教育用語で「ピア効果」と言われるものがある。意識や能力が高い集団にいると、お互いを高め合う効果があり、成長するのに相乗効果をもたらすという意味だ。まさに「水は方円の器に随う(みずはほうえんのうつわにしたがう)」ということわざそのものである。

 

それは学校生活に置いても感じ取ることが出来た。意識高い系というネットスラングは、本来自己アピールが強いだけで、何も成し遂げていない人を揶揄する言葉なのだが、ここでは本当に意識が高く志を持って行動しているという良い意味で使うことにする。

 

私は私立小学校に通い、その後公立中学校、私立高校へ進んだ。私立小学校は先ほど述べた高学歴の旧友たちがいた学校で、やはり教育への意識は高かった。中学で落ちこぼれた私は、あまり偏差値の高くない高校に進学するのだが、生徒の意識の差というのは大きく感じられた。小学生と高校生を比較するのもおかしな話だが、決定的に違うことがあった。

 

それは「本気でやるか、面倒くさがるか」という些細な違いである。小学校時代も高校時代も、私にとって充実した時間を過ごすことが出来たし、高校時代の友人達を悪くいうつもりは毛頭ない。ただ、意識の差という話をするならば圧倒的な差があると感じたのは事実である。

 

小学校時代の友人たちは何事にも本気で取り組む姿勢があった。イベントを開催するにしても、積極的に会議を開催し、それを実行する力があり、よりよいものにしようという姿勢が強かった。それは卒業しても同窓会の企画・運営でも感じることができた。ところが、高校時代では文化祭も「めんどくさい」、体育祭も「だりー」、部活も「めんどくさい」という「メンドクサイ」・「ダリー」のオンパレードでやる気を出す者はあまり見かけなかった。

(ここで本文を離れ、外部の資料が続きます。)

import type { StepOf } from '@/domain/plan';
import { RecordAction } from '../RecordAction';
import { StepFrame } from '../StepFrame';
import { barsWords } from '../bars-words';
import { useRun } from '../run-context';

/** Something temporary goes in; it stays on the open list until it is out again. */
export function PlaceStep({ step }: { step: StepOf<'place'> }) {
  const { state } = useRun();
  const item = state.plan.items.find(({ opens }) => opens === step.id);
  return (
    <StepFrame
      step={step}
      main={<RecordAction label="Placed" drafts={() => [{ kind: 'placed', step: step.id, data: {} }]} />}
    >
      {item && <p className="text-lg">Goes on the open list until it is out again{barsWords(item.bars)}.</p>}
    </StepFrame>
  );
}
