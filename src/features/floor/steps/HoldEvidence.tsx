import { useEffect, useState } from 'react';
import { ClearanceScale } from '@/components/ClearanceScale';
import { Sign } from '@/components/Sign';
import { evidenceFor } from '@/domain/job';
import { judgeLimit } from '@/domain/job-limit';
import { lastOf } from '@/domain/job-kept';
import type { JobState } from '@/domain/job-state';
import { findStep, rodsOf, type StepOf } from '@/domain/plan';
import { authorsUnder } from '@/domain/job-signing-rules';
import { dataOf } from '../done-words';
import { clearanceLimit } from '@/domain/engine-view';
import { limitOnScale, onScale } from '../gauge-reading';
import { useRun } from '../run-context';

/** What a hold point's signature stands on: readings, joints, photographs, deviations, and who did the work. */
export function HoldEvidence({ step }: { step: StepOf<'hold'> }) {
  const { state } = useRun();
  const evidence = evidenceFor(state, step.id);
  const names = authorsUnder(state, step).map((id) => state.people[id] ?? id);
  return (
    <div className="grid gap-6">
      <p className="text-lg">
        <span className="figure text-2xl font-semibold">{evidence.length}</span> entries
        {names.length > 0 && <>, by {names.join(', ')}</>}
      </p>
      <Deviations step={step} />
      <Joints step={step} />
      <Clearances step={step} />
      <Readings step={step} />
      <Photographs step={step} />
    </div>
  );
}

function Clearances({ step }: { step: StepOf<'hold'> }) {
  const { state } = useRun();
  const limit = clearanceLimit(state);
  const isCovered = step.covers.some((id) => findStep(state.plan, id)?.kind === 'gauge');
  if (!isCovered || !limit) return null;
  return (
    <section>
      <h2 className="form-label">{limit.title}</h2>
      <ClearanceScale
        unit={limit.unit}
        low={limitOnScale(limit.low)}
        high={limitOnScale(limit.high)}
        target={limitOnScale(limit.target)}
        rods={rodsOf(state.plan).map((rod) => ({
          rod: String(rod),
          front: onScale(state.rods[rod]?.front),
          rear: onScale(state.rods[rod]?.rear),
        }))}
      />
    </section>
  );
}

function Joints({ step }: { step: StepOf<'hold'> }) {
  const { state } = useRun();
  const joints = step.covers.flatMap((id) => {
    const covered = findStep(state.plan, id);
    return covered?.kind === 'tighten' && covered.fit !== 'measuring' && covered.fit !== 'interim'
      ? [covered]
      : [];
  });
  if (joints.length === 0) return null;
  return (
    <section>
      <h2 className="form-label">Tightened</h2>
      <ul className="grid gap-1 pt-1 text-lg @md/floor-main:grid-cols-2">
        {joints.map((joint) => {
          const status = state.steps[joint.id]?.status;
          const cycles = state.plan.programmes[joint.programme]?.cycles.length ?? 0;
          return (
            <li key={joint.id} className="flex items-center gap-2 border-b border-rule py-1">
              <Sign name={status === 'done' ? 'tick' : status === 'not applicable' ? 'minus' : 'ring'} />
              <span>
                {joint.title}: {status === 'done' ? (cycles > 1 ? `${cycles} cycles` : 'done') : status}
              </span>
            </li>
          );
        })}
      </ul>
    </section>
  );
}

function Readings({ step }: { step: StepOf<'hold'> }) {
  const { state } = useRun();
  const readings = step.covers.flatMap((id) => {
    const covered = findStep(state.plan, id);
    const kept = covered?.kind === 'read' ? lastOf(state.steps[id], 'read') : undefined;
    const limit = covered?.kind === 'read' ? state.plan.limits[covered.limit] : undefined;
    return covered && kept && limit ? [{ covered, kept, limit }] : [];
  });
  if (readings.length === 0) return null;
  return (
    <section>
      <h2 className="form-label">Read</h2>
      <ul className="grid gap-1 pt-1 text-lg @md/floor-main:grid-cols-2">
        {readings.map(({ covered, kept, limit }) => {
          const { verdict } = judgeLimit(limit, kept.data.value, limit.uncertainty ?? '0');
          return (
            <li
              key={covered.id}
              className="flex items-center justify-between gap-3 border-b border-rule py-1"
            >
              <span>{covered.title}</span>
              <span className="figure font-semibold">
                {kept.data.value} {kept.data.unit}, {verdict}
              </span>
            </li>
          );
        })}
      </ul>
    </section>
  );
}

function Deviations({ step }: { step: StepOf<'hold'> }) {
  const { state } = useRun();
  const covered = new Set(step.covers);
  const deviations = state.deviations.filter(
    (deviation) => deviation.step !== undefined && covered.has(deviation.step),
  );
  if (deviations.length === 0)
    return (
      <p className="flex items-center gap-2 text-lg">
        <Sign name="tick" />
        No deviation
      </p>
    );
  return (
    <section>
      <h2 className="form-label">Deviations</h2>
      <ul className="grid gap-1 pt-1 text-lg">
        {deviations.map((deviation) => (
          <li key={deviation.id} className="border-b border-rule py-1">
            <b>{deviation.disposed ? deviation.disposed.disposition : 'open'}:</b> {deviation.words}
            {deviation.disposed && (
              <span className="text-soft">
                {' '}
                ({deviation.disposed.name}: {deviation.disposed.reason})
              </span>
            )}
          </li>
        ))}
      </ul>
    </section>
  );
}

function Photographs({ step }: { step: StepOf<'hold'> }) {
  const { state } = useRun();
  const photos = photosOn(state, step);
  if (photos.length === 0) return null;
  return (
    <section>
      <h2 className="form-label">Photographs</h2>
      <ul className="flex flex-wrap gap-3 pt-1">
        {photos.map(({ photo, subject }) => (
          <li key={`${photo} ${subject}`}>
            <EvidencePhoto hash={photo} subject={subject} />
          </li>
        ))}
      </ul>
    </section>
  );
}

function photosOn(state: JobState, step: StepOf<'hold'>) {
  return step.covers.flatMap((id) =>
    (state.steps[id]?.entries ?? [])
      .filter(
        ({ kind, voided, takenBack }) =>
          kind === 'photographed' && voided === undefined && takenBack === undefined,
      )
      .map((kept) => dataOf(kept, 'photographed')),
  );
}

function EvidencePhoto({ hash, subject }: { hash: string; subject: string }) {
  const { photoUrl } = useRun();
  const [url, setUrl] = useState<string>();
  useEffect(() => {
    let made: string | undefined;
    let isGone = false;
    void photoUrl(hash).then((address) => {
      made = address;
      if (isGone && made !== undefined) URL.revokeObjectURL(made);
      else setUrl(address);
    });
    return () => {
      isGone = true;
      if (made !== undefined) URL.revokeObjectURL(made);
    };
  }, [hash, photoUrl]);
  return (
    <figure className="w-48">
      {url === undefined ? (
        <div className="grid h-36 place-items-center rounded-md border border-rule text-soft">
          not on this tablet
        </div>
      ) : (
        <img src={url} alt={subject} className="h-36 w-48 rounded-md border-2 border-strong object-cover" />
      )}
      <figcaption className="pt-1 text-sm text-soft">{subject}</figcaption>
    </figure>
  );
}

むしろ本気を出そうとする者を疎む雰囲気すらあったかもしれない。

 

「本気で取り組まずして、楽しくないのは当たり前やろ」と心の中で思いつつ、私は部活動を3つ兼部し、それぞれ本気で取り組んだ。朝から晩まで部活動のことに必死になったからこそ充実した高校生活だったと自信を持っていえる。成果も大事かもしれないが、本気で取り組めるかという基本的な点が欠如していると、ピア効果のような相乗効果は得られない。

 

しかし、高校を卒業すると、仕事にしても、イベントにしても本気で取り組もうとする高校時代の友人がいて、するとやはりその姿は輝いているのである。